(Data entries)
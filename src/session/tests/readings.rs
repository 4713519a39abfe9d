//! Weather logs, soundings, curves and readings beside them.
//!
//! Standard pressures: U.S. Standard Atmosphere, 1976, from memory: 1013.25 hPa at sea level,
//! 772.1 hPa near 2240 m between 795.0 hPa (2000 m) and 701.2 hPa (3000 m).

use std::path::PathBuf;

use super::super::{
    Environment, Fault, FaultKind, FilterCurve, Sounding, WeatherColumns, WeatherError, WeatherLog,
    WeatherNote,
};
use super::{Bench, LOG};
use crate::sky::Utc;

const HEAD: &str = "time_utc,pressure_hpa,temperature_c,relative_humidity\n";

fn utc(text: &str) -> Utc {
    Utc::parse(&format!("2026-06-21T{text}")).unwrap()
}

fn log_of(bench: &Bench, text: &str) -> Result<WeatherLog, Vec<Fault>> {
    let path: PathBuf = bench.write("log.csv", text);
    WeatherLog::read(&path, &WeatherColumns::default(), Some(2240.0))
}

/// Rows five minutes apart with the same readings.
fn constant(pressure: &str, temperature: &str, humidity: &str) -> String {
    let row = |minute: usize| {
        format!("2026-06-21T09:{minute:02}:00Z,{pressure},{temperature},{humidity}\n")
    };
    HEAD.to_owned() + &[0, 5, 10].map(row).concat()
}

#[test]
fn readings_are_linear_between_rows() {
    let log = log_of(&Bench::new(), LOG).unwrap();
    let at = log.at(utc("09:02:30")).unwrap();
    assert!((at.air.pressure_hpa - 778.05).abs() < 1e-9);
    assert!((at.air.temperature_c - 9.3).abs() < 1e-9);
    assert!((at.air.relative_humidity - 0.345).abs() < 1e-9);
    assert_eq!(at.note, None);
    assert_eq!(log.at(utc("09:25:00")).unwrap().air.temperature_c, 10.2);
    assert_eq!(log.covers(), (utc("09:00:00"), utc("09:25:00")));
}

#[test]
fn columns_may_stand_in_any_order_with_others_and_comments() {
    let text = "\u{feff}# station 4\r\n\r\nwind, relative_humidity ,time_utc,\"temperature_c\",pressure_hpa\r\n# new battery\r\n3,0.30,2026-06-21 09:00:00,\"9.0\",778\r\n\r\n,0.32,2026-06-21T09:10:00+00:00,9.5,778.2\r\n";
    let log = log_of(&Bench::new(), text).unwrap();
    assert_eq!(log.rows(), 2);
    assert!((log.at(utc("09:05:00")).unwrap().air.relative_humidity - 0.31).abs() < 1e-12);
}

#[test]
fn columns_may_have_other_names() {
    let bench = Bench::new();
    let path = bench.write("log.csv", "utc,p,t,rh\n2026-06-21T09:00:00Z,778,9,0.3\n");
    let names = ["utc", "p", "t", "rh"].map(str::to_owned);
    let [time_utc, pressure_hpa, temperature_c, relative_humidity] = names;
    let columns = WeatherColumns {
        time_utc,
        pressure_hpa,
        temperature_c,
        relative_humidity,
    };
    assert!(WeatherLog::read(&path, &columns, Some(2240.0)).is_ok());
    let faults = WeatherLog::read(&path, &WeatherColumns::default(), None).unwrap_err();
    assert_eq!(faults.len(), 4);
    assert!(
        faults
            .iter()
            .all(|it| it.kind == FaultKind::MissingKey && it.line == 1)
    );
    bench.write(
        "weather.csv",
        "utc,pressure_hpa,temperature_c,relative_humidity\n2026-06-21T09:00:00Z,778,9,0.3\n",
    );
    let named = "[weather]\ncolumns = { time_utc = \"utc\" }\n";
    assert!(bench.with("[weather]\n", named).is_ok());
}

#[test]
fn each_bad_row_is_named() {
    let text = HEAD.to_owned()
        + "2026-06-21T09:00:00Z,778,9,0.3\n2026-06-21T09:05:00Z,,9,0.3\nyesterday,778,9,0.3\n2026-06-21T09:15:00Z,778\n2026-06-21T09:20:00Z,778,nan,0.3\n2026-06-21T09:25:00Z,778,99,0.3\n2026-06-21T09:24:00Z,778,9,0.3\n";
    let faults = log_of(&Bench::new(), &text).unwrap_err();
    let mut lines: Vec<_> = faults.iter().map(|it| (it.line, it.key.as_str())).collect();
    lines.sort_unstable();
    let expected = [
        (3, "pressure_hpa"),
        (4, "time_utc"),
        (5, "temperature_c"),
        (6, "temperature_c"),
        (7, "temperature_c"),
        (8, "time_utc"),
    ];
    assert_eq!(lines, expected);
    assert!(faults.iter().all(|it| it.kind == FaultKind::BadRow));
}

#[test]
fn a_thousand_bad_rows_are_counted() {
    let text = HEAD.to_owned() + &"2026-06-21T09:00:00Z,x,9,0.3\n".repeat(1000);
    let faults = log_of(&Bench::new(), &text).unwrap_err();
    assert_eq!(faults.len(), 21);
    assert_eq!(faults[20].found, "980 more bad rows");
}

#[test]
fn equal_times_are_refused() {
    let text = HEAD.to_owned() + &"2026-06-21T09:00:00Z,778,9,0.3\n".repeat(2);
    let faults = log_of(&Bench::new(), &text).unwrap_err();
    assert_eq!(
        (faults.len(), faults[0].line, faults[0].key.as_str()),
        (1, 3, "time_utc")
    );
}

#[test]
fn a_log_without_rows_is_refused() {
    for text in ["", "# nothing\n", HEAD] {
        assert_eq!(
            log_of(&Bench::new(), text).unwrap_err().len(),
            1,
            "{text:?}"
        );
    }
}

#[test]
fn wrong_units_are_recognised() {
    let bench = Bench::new();
    let wrong = |pressure: &str, temperature: &str, humidity: &str| {
        let faults = log_of(&bench, &constant(pressure, temperature, humidity)).unwrap_err();
        assert_eq!(faults.len(), 1, "{faults:?}");
        assert_eq!((faults[0].kind, faults[0].line), (FaultKind::WrongUnit, 2));
        (faults[0].found.clone(), faults[0].cure.clone())
    };
    assert!(wrong("77800", "9", "0.3").0.ends_with("looks like Pa"));
    assert!(wrong("77.8", "9", "0.3").0.ends_with("looks like kPa"));
    // 778 hPa are 583.5 mmHg and 22.97 inHg.
    assert!(wrong("583.5", "9", "0.3").0.ends_with("looks like mmHg"));
    assert!(wrong("22.97", "9", "0.3").0.ends_with("looks like inHg"));
    assert!(
        wrong("778", "282.15", "0.3")
            .0
            .ends_with("looks like kelvin")
    );
    assert!(wrong("778", "9", "35").0.ends_with("looks like percent"));
    let (found, cure) = wrong("1016", "9", "0.3");
    assert!(found.ends_with("looks reduced to sea level"), "{found}");
    assert!(cure.ends_with("likely near 774 hPa"), "{cure}");
}

#[test]
fn a_pressure_eight_percent_above_the_standard_is_the_limit() {
    // 772.1 hPa at 2240 m, so the limit is near 833.9 hPa.
    let bench = Bench::new();
    assert!(log_of(&bench, &constant("832", "9", "0.3")).is_ok());
    assert!(log_of(&bench, &constant("836", "9", "0.3")).is_err());
}

#[test]
fn a_constant_reduced_to_sea_level_is_refused_in_the_session() {
    let constants = "pressure_hpa = 1016\ntemperature_c = 9\nrelative_humidity = 0.3";
    let fault = Bench::new().only_fault("log = \"weather.csv\"", constants);
    assert_eq!(
        (fault.kind, fault.key.as_str()),
        (FaultKind::WrongUnit, "weather.pressure_hpa")
    );
}

#[test]
fn a_humidity_just_over_one_is_taken_as_one_and_noted() {
    let bench = Bench::new();
    let log = log_of(&bench, &constant("778", "9", "1.02")).unwrap();
    assert_eq!(log.at(utc("09:01:00")).unwrap().air.relative_humidity, 1.0);
    assert!(matches!(
        log.notes(),
        [WeatherNote::HumidityAtLimit { rows: 3, .. }]
    ));
    assert!(log_of(&bench, &constant("778", "9", "1.2")).is_err());
}

#[test]
fn gaps_and_ends_are_noted_then_refused() {
    let rows = ["08:00", "08:15", "08:50", "10:10"]
        .map(|time| format!("2026-06-21T{time}:00Z,778,9,0.3\n"))
        .concat();
    let log = log_of(&Bench::new(), &(HEAD.to_owned() + &rows)).unwrap();
    assert_eq!(log.at(utc("08:10:00")).unwrap().note, None);
    let gap = log.at(utc("08:30:00")).unwrap().note.unwrap();
    assert!(matches!(&gap, WeatherNote::Gap { gap_min, .. } if (gap_min - 35.0).abs() < 1e-9));
    assert_eq!(log.at(utc("08:31:00")).unwrap().note.unwrap(), gap);
    assert!(matches!(
        log.at(utc("09:00:00")),
        Err(WeatherError::InGap { .. })
    ));
    assert_eq!(log.at(utc("08:50:00")).unwrap().note, None);
    assert!(matches!(
        log.at(utc("07:50:00")).unwrap().note,
        Some(WeatherNote::Outside { nearest, .. }) if nearest == "2026-06-21T08:00:00Z"
    ));
    assert!(log.at(utc("10:20:00")).is_ok());
    let error = log.at(utc("10:21:00")).unwrap_err();
    let text = error.to_string();
    assert!(
        text.contains("asked for 2026-06-21T10:21:00.000, which is 11.0 min outside"),
        "{text}"
    );
    assert!(
        text.contains("2026-06-21T08:00:00Z to 2026-06-21T10:10:00Z"),
        "{text}"
    );
    assert!(matches!(
        log.at(utc("07:49:00")),
        Err(WeatherError::NotCovered { .. })
    ));
}

#[test]
fn a_sounding_rises() {
    let bench = Bench::new();
    let head = "height_m,pressure_hpa,temperature_c,relative_humidity\n";
    let read = |rows: &str| Sounding::read(&bench.write("s.csv", &(head.to_owned() + rows)));
    let good = "2000,795,12,0.4\n3000,701,4,0.4\n5000,540,-10,0.3\n9000,308,-40,0.1\n";
    assert_eq!(read(good).unwrap().levels[2].temperature_c, -10.0);
    let faults = read(&good.replace("5000,540", "2500,540")).unwrap_err();
    assert_eq!((faults.len(), faults[0].line), (1, 4));
    let faults = read(&good.replace("0.4", "40")).unwrap_err();
    assert_eq!((faults[0].kind, faults[0].line), (FaultKind::WrongUnit, 2));
    assert!(read("2000,795,12,0.4\n3000,701,4,0.4\n").is_err());
}

#[test]
fn a_curve_must_close() {
    let bench = Bench::new();
    let head = "wavelength_nm,transmission\n";
    let read = |rows: &str| FilterCurve::read(&bench.write("f.csv", &(head.to_owned() + rows)));
    // A triangle: centroid at the mean of its corners, width half its base.
    let curve = read("540,0\n546,1\n558,0\n").unwrap();
    assert!((curve.centre_nm() - 548.0).abs() < 1e-9);
    assert!((curve.width_nm() - 9.0).abs() < 1e-9);
    assert!(read("540,0.8\n546,1\n558,0\n").is_err());
    assert!(read("540,0\n546,0\n558,0\n").is_err());
    assert!(read("540,0\n530,1\n558,0\n").is_err());
}

#[test]
fn other_readings_follow_in_time() {
    let bench = Bench::new();
    bench.write(
        "tube.csv",
        "time_utc,tube_c,solar_w_m2\n2026-06-21T09:00:00Z,20,800\n2026-06-21T09:10:00Z,22,820\n",
    );
    let both = "[environment]\nlog = \"tube.csv\"\n\n[instrument]";
    let session = bench.with("[instrument]", both).unwrap();
    let environment: Environment = session.environment.unwrap();
    assert_eq!(environment.columns, ["tube_c", "solar_w_m2"]);
    assert_eq!(environment.at(utc("09:05:00")).unwrap(), [21.0, 810.0]);
    assert_eq!(environment.at(utc("09:15:00")).unwrap(), [22.0, 820.0]);
    assert_eq!(environment.at(utc("09:21:00")), None);
    let one = "[environment]\nlog = \"tube.csv\"\ncolumns = [\"tube\"]\n\n[instrument]";
    let fault = bench.only_fault("[instrument]", one);
    assert!(fault.cure.contains("tube_c"), "{}", fault.cure);
}

#[test]
fn a_mask_image_needs_its_place_and_a_limit() {
    let bench = Bench::new();
    bench.write("picture.fits", "");
    let whole = "[mask]\nimage = \"picture.fits\"\ncentre_x_px = 511.5\ncentre_y_px = 500\nradius_px = 440\nangle_deg = 12\nbrighter_than = 1.4\n\n[instrument]";
    let mask = bench.with("[instrument]", whole).unwrap().mask.unwrap();
    assert!(mask.image.ends_with("picture.fits"));
    assert_eq!(
        (mask.centre_px, mask.radius_px, mask.angle_deg),
        ((511.5, 500.0), 440.0, 12.0)
    );
    assert_eq!((mask.brighter_than, mask.darker_than), (Some(1.4), None));
    let without = |line: &str| bench.only_fault("[instrument]", &whole.replace(line, ""));
    let fault = without("brighter_than = 1.4\n");
    assert!(fault.cure.contains("darker_than"), "{}", fault.cure);
    let fault = without("radius_px = 440\n");
    assert_eq!(fault.key, "mask.radius_px");
    let absent = whole.replace("picture", "nothing");
    let fault = bench.only_fault("[instrument]", &absent);
    assert_eq!(fault.key, "mask.image");
    let low = whole.replace("brighter_than = 1.4", "brighter_than = 0.9");
    let fault = bench.only_fault("[instrument]", &low);
    assert_eq!(fault.key, "mask.brighter_than");
}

◆ **Exercise**
Starting with the first line of the records, repeat every line up to and including the one containing "the same readings.", and nothing else.

◆ **Completed task**
filename src/session/tests/readings.rs
repository 4713519a39abfe9d
//! Weather logs, soundings, curves and readings beside them.
//!
//! Standard pressures: U.S. Standard Atmosphere, 1976, from memory: 1013.25 hPa at sea level,
//! 772.1 hPa near 2240 m between 795.0 hPa (2000 m) and 701.2 hPa (3000 m).

use std::path::PathBuf;

use super::super::{
    Environment, Fault, FaultKind, FilterCurve, Sounding, WeatherColumns, WeatherError, WeatherLog,
    WeatherNote,
};
use super::{Bench, LOG};
use crate::sky::Utc;

const HEAD: &str = "time_utc,pressure_hpa,temperature_c,relative_humidity\n";

fn utc(text: &str) -> Utc {
    Utc::parse(&format!("2026-06-21T{text}")).unwrap()
}

fn log_of(bench: &Bench, text: &str) -> Result<WeatherLog, Vec<Fault>> {
    let path: PathBuf = bench.write("log.csv", text);
    WeatherLog::read(&path, &WeatherColumns::default(), Some(2240.0))
}

/// Rows five minutes apart with the same readings.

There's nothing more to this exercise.